| DIRECTIONS FOR THIS TASK |
Among the records below, find the line that has "const covers: Cube[][] = [];"; from there, give the lines again exactly, and stop after the line that has "if (n <= TRUTH_TABLE_MAX_INPUTS)".

| DATASET CONTENT |
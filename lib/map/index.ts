/** The mapper: covers → family gates → verified netlist. */
export * from "./netlist";
export * from "./trees";
export * from "./simulate";
export * from "./verification";
export * from "./mapper";
export * from "./network";
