/** Heuristic route: a prime and irredundant cover per output, identical terms shared, proven bound. */
function heuristicAll(n: number, targets: Target[], model: CostModel, deadline: number, limit: number): Solved {
  const covers: Cube[][] = [];
  for (const t of targets) {
    try {
      covers.push(heuristicCover(n, t.on, t.dc, deadline, t.onT && t.dcT ? { on: t.onT, dc: t.dcT } : undefined));
    } catch (e) {
      if (e instanceof HeuristicTimeout) {
        throw new LimitError(
          "timeLimitMs",
          limit,
          "no prime and irredundant cover could be finished within the time limit",
          "Raise timeLimitMs, or split the design into smaller blocks.",
        );
      }
      throw e;
    }
  }
  // Candidate points: a spread sample of each output's ON points (or its cubes' corners above 20 inputs).
  const full = fullMask(n);
  const candidates: BoundPoint[] = [];
  const perOutputCap = Math.max(64, Math.floor(12000 / Math.max(1, targets.length)));
  targets.forEach((t, j) => {
    const pts = t.onT ? tableMinterms(t.onT, n) : t.on.map((c) => c.value);
    const step = Math.max(1, Math.ceil(pts.length / perOutputCap));
    for (let i = 0; i < pts.length; i += step) candidates.push({ output: j, minterm: pts[i]! });
  });
  const oracle =
    n <= TRUTH_TABLE_MAX_INPUTS
      ? tableOracle(
          targets.map((t) => {
            const c = new Uint32Array(t.onT!.length);
            for (let w = 0; w < c.length; w++) c[w] = t.onT![w]! | t.dcT![w]!;
            return c;
          }),
          n,
        )
      : cubeOracle(targets.map((t) => complement(t.on.concat(t.dc), full)));
  if (n <= TRUTH_TABLE_MAX_INPUTS) {
    // Points with few care neighbours first: they are the likeliest to be independent of the rest.
    const degree = (p: BoundPoint): number => {
      const t = targets[p.output]!;
      let d = 0;
      for (let i = 0; i < n; i++) {
        const q = (p.minterm ^ (1 << i)) >>> 0;
        if (((t.onT![q >>> 5]! | t.dcT![q >>> 5]!) >>> (q & 31)) & 1) d++;
      }
      return d;
    };
    const deg = candidates.map(degree);
    const idx = candidates.map((_, i) => i).sort((a, b) => deg[a]! - deg[b]!);
    const sorted = idx.map((i) => candidates[i]!);
    candidates.length = 0;
    candidates.push(...sorted);
  }
  const boundDeadline = Math.min(deadline, Date.now() + 2000);
  const ind = independentPoints(candidates, oracle, full, boundDeadline);
  const k = targets.map((_, j) => ind.perOutput.get(j) ?? 0);
  const perOutput = k.map((kj) => pointsToCost(model, kj, kj));
  let design: number;
  switch (model.kind) {
    case "products":
      design = ind.total;
      break;
    case "gate-inputs":
      // Connections: each output needs k_j terms; literals: independent terms are not constant 1 when ≥ 2.
      design = k.reduce((a, b) => a + b, 0) + (ind.total >= 2 ? ind.total : 0);
      break;
    case "fan-in":
      design = k.reduce((a, kj) => a + gatesFor(kj, model.fanIn), 0);
      break;
  }
  const cost = costOfCovers(model, covers);
  design = Math.min(cost, Math.max(design, ...perOutput));
  return { covers, exact: boundProves(model, cost, design), designBound: design, outputBounds: perOutput, primes: -1, route: "heuristic" };
}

| OUTPUT FOR THIS TASK |
  const covers: Cube[][] = [];
  for (const t of targets) {
    try {
      covers.push(heuristicCover(n, t.on, t.dc, deadline, t.onT && t.dcT ? { on: t.onT, dc: t.dcT } : undefined));
    } catch (e) {
      if (e instanceof HeuristicTimeout) {
        throw new LimitError(
          "timeLimitMs",
          limit,
          "no prime and irredundant cover could be finished within the time limit",
          "Raise timeLimitMs, or split the design into smaller blocks.",
        );
      }
      throw e;
    }
  }
  // Candidate points: a spread sample of each output's ON points (or its cubes' corners above 20 inputs).
  const full = fullMask(n);
  const candidates: BoundPoint[] = [];
  const perOutputCap = Math.max(64, Math.floor(12000 / Math.max(1, targets.length)));
  targets.forEach((t, j) => {
    const pts = t.onT ? tableMinterms(t.onT, n) : t.on.map((c) => c.value);
    const step = Math.max(1, Math.ceil(pts.length / perOutputCap));
    for (let i = 0; i < pts.length; i += step) candidates.push({ output: j, minterm: pts[i]! });
  });
  const oracle =
    n <= TRUTH_TABLE_MAX_INPUTS
      ? tableOracle(
          targets.map((t) => {
            const c = new Uint32Array(t.onT!.length);
            for (let w = 0; w < c.length; w++) c[w] = t.onT![w]! | t.dcT![w]!;
            return c;
          }),
          n,
        )
      : cubeOracle(targets.map((t) => complement(t.on.concat(t.dc), full)));
  if (n <= TRUTH_TABLE_MAX_INPUTS) {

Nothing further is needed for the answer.